One can immediately notice a suspicious thing – every second element equals to the previous one. The explanation is very simple: the same workspace is restored from the master process for each worker (or process). It means that .Random.seed will be extracted from the parent process, and therefore, RNG state will be the same for each worker. As result, the same sequence of random numbers will be generated by each of workers.

Of course this issue is not desirable. The alternative method is to have separate (distinct) seeds for each worker. The potential problem would be that the generated numbers might get into steps (i.e. been periodically repeated, therefore, correlated between streams). To resolve this parallel package utilizes "L'Ecuyer-CMRG" RNG, which has a quite long period with a small seed, ensuring streams do not get into steps easily. To set the RND to "L'Ecuyer-CMRG" one runs RNGkind("L'Ecuyer-CMRG"), also changing argument mc.set.seed of mclapply to TRUE:

RNGkind("L'Ecuyer-CMRG")

rng1 <- unlist(
    mclapply(X = 1:10,
             FUN = function(x) runif(1),
             mc.cores = 2,
             mc.set.seed = TRUE)
)

rng1

# > [1] 0.67681994 0.54730337 0.05398847 0.19480448 0.94954659 0.35727778
#   [7] 0.17057359 0.83029494 0.37063552 0.24445617

Elements now are different, and "L'Ecuyer-CMRG" uses nextRNGStream() to generate a next “uncorrelated” seed. The pseudo code (taken from vignette("parallel")) explains this concept:

# > RNGkind("L'Ecuyer-CMRG")
# > set.seed(2002) # something
# > M <- 16 ## start M workers
# > s <- .Random.seed
# > for (i in 1:M) {
# +     s <- nextRNGStream(s)
# +     # send s to worker i as .Random.seed
# + }

Let’s run the same expression one more time:

rng2 <- unlist(
    mclapply(X = 1:10,
             FUN = function(x) runif(1),
             mc.cores = 2,
             mc.set.seed = TRUE)
)

rng2

# > [1] 0.67681994 0.54730337 0.05398847 0.19480448 0.94954659 0.35727778
#   [7] 0.17057359 0.83029494 0.37063552 0.24445617

identical(rng1, rng2)
# > [1] TRUE

The second rng2 is absolutely identical to rng1 that was run before. Coincidence? Nope. The thing is the .Random.seed of master process is NOT affected by worker processes (see pseudo-code). That is why we will have the same numbers during a second, third, and any other run, unless the .Random.seed will be changed (e.g. by runif(1) in a master process).

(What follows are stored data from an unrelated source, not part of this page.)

@pytest.mark.parametrize(
    ("args", "columns_module_name"),
    [(["trade", "list"], "TRADE_TABLE"), (["mark", "list"], "MARK_TABLE")],
)
def test_tables_keep_every_column_and_id_at_80_columns(
    demo_db: Path, monkeypatch: pytest.MonkeyPatch, args: list[str], columns_module_name: str
) -> None:
    """At an 80-column terminal every header and every row's id is printed whole (no cut cells,
    no dropped columns): the ids are what ``trade cancel`` and ``mark list --set`` take."""
    from blotter.commands import store_cmds

    monkeypatch.setenv("COLUMNS", "80")
    out = _run([*args, "--db", str(demo_db)]).stdout
    lines = out.splitlines()
    header = lines[1]
    for col in getattr(store_cmds, columns_module_name):
        assert col in header, (col, header)
    assert "…" not in out
    store = open_store(demo_db, read_only=True)
    ids = (
        [t.trade_id for t in store.trades(live_only=True)]
        if args[0] == "trade"
        else [m.mark_id for m in store.marks()]
    )
    body = lines[3:]
    assert len(body) == len(ids)
    assert [int(line.split()[0]) for line in body] == ids


def test_risk_by_expiry_blanks_share_counts_of_several_names(demo_db: Path) -> None:
    """Δ sh, Γ 1% and vanna are shares of one name: a bucket holding several underlyings shows
    them null (JSON), empty (CSV) and blank (table); a one-name bucket keeps the library's sum."""
    v = _valuation(demo_db)
    out = _json(["risk", "--db", str(demo_db), "--at", AT, "--by", "expiry"])
    names_of = {
        label: set(v.book.underlying_idx[v.bucket_codes == j].tolist())
        for j, label in enumerate(v.bucket_labels)
    }
    mixed = [r for r in out["by_expiry"] if len(names_of[r["bucket"]]) > 1]
    single = [r for r in out["by_expiry"] if len(names_of[r["bucket"]]) == 1]
    assert mixed, "the demo book has buckets of several underlyings"
    for r in mixed:
        assert r["delta_shares"] is None and r["gamma_1pct"] is None and r["vanna_pt"] is None
        assert r["delta_cash"] is not None and r["vega_pt"] is not None
    for r in single:
        rows = v.bucket_codes == v.bucket_labels.index(r["bucket"])
        assert r["delta_shares"] == pytest.approx(float(v.delta_shares[rows].sum()), rel=1e-12)
    text = _run(["risk", "--db", str(demo_db), "--at", AT, "--by", "expiry", "--csv"]).stdout
    by_label = {row["expiry"]: row for row in csv.DictReader(io.StringIO(text))}
    for r in mixed:
        assert by_label[r["bucket"]]["delta_shares"] == ""
    table = _run(["risk", "--db", str(demo_db), "--at", AT, "--by", "expiry"]).stdout
    first = table.split("\n\n")[1].splitlines()  # expiry, positions, value, Δ sh, Δ $, Γ 1%, βΔ $
    spans = [m.span() for m in re.finditer(r"-+", first[1])]  # column extents from the rule
    at = [c.strip() for c in (first[0][a:b] for a, b in spans)].index("Δ sh")
    blanked = 0
    for line in first[2:]:
        cells = [line[a:b].strip() for a, b in spans]
        if cells[0] in {r["bucket"] for r in mixed}:
            assert cells[at] == "" and cells[at + 1] != "", line  # Δ sh blank, Δ $ shown
            blanked += 1
    assert blanked == len(mixed)


def test_a_bad_settings_file_is_named_not_the_book(
    demo_db: Path, tmp_path: Path, monkeypatch: pytest.MonkeyPatch
) -> None:
    """The book is sound; the words must point at the settings, not say it cannot be opened."""
    bad = tmp_path / "config.toml"
    bad.write_text('desk_tz = "Mars/Base"\n', encoding="utf-8")
    monkeypatch.setenv("BLOTTER_CONFIG", str(bad))
    r = CliRunner().invoke(main, ["risk", "--db", str(demo_db)])
    assert r.exit_code == 1 and "settings:" in r.output and "Mars/Base" in r.output
    assert "cannot open" not in r.output


def test_share_counts_of_several_names_are_not_added_in_json_or_csv(demo_db: Path) -> None:
    """Δ sh, Γ 1% and vanna of the demo's total would add index units, shares and futures
    contracts: null in JSON and blank in CSV, as the table shows "—"; money still adds."""
    out = json.loads(
        CliRunner().invoke(main, ["risk", "--db", str(demo_db), "--at", AT, "--json"]).stdout
    )
    assert all(out["total"][k] is None for k in ("delta_shares", "gamma_1pct", "vanna_pt"))
    assert out["total"]["delta_cash"] == pytest.approx(
        sum(r["delta_cash"] for r in out["by_underlying"]), rel=1e-12
    )
    text = CliRunner().invoke(main, ["risk", "--db", str(demo_db), "--at", AT, "--csv"]).stdout
    rows = list(csv.DictReader(io.StringIO(text)))
    total_row = next(r for r in rows if r["underlying"] == "total")
    assert total_row["delta_shares"] == total_row["gamma_1pct"] == total_row["vanna_pt"] == ""
    assert float(total_row["delta_cash"]) == pytest.approx(out["total"]["delta_cash"], rel=1e-12)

Note that even if mc.set.seed is TRUE, but RNG is different from "L'Ecuyer-CMRG", then using set.seed() won’t establish reproducibility.

In the end, the package parallel is a little bit vague when it comes to RNG, so that I have to read vignette("parallel") (Section 6), dozens of cross-refereed helps (?mclapply RNG section refers to ?mcparallel, which requires to read ?nextRNGStream), and finally deep dive into sours non-exported function via parallel:::mc.set.seed.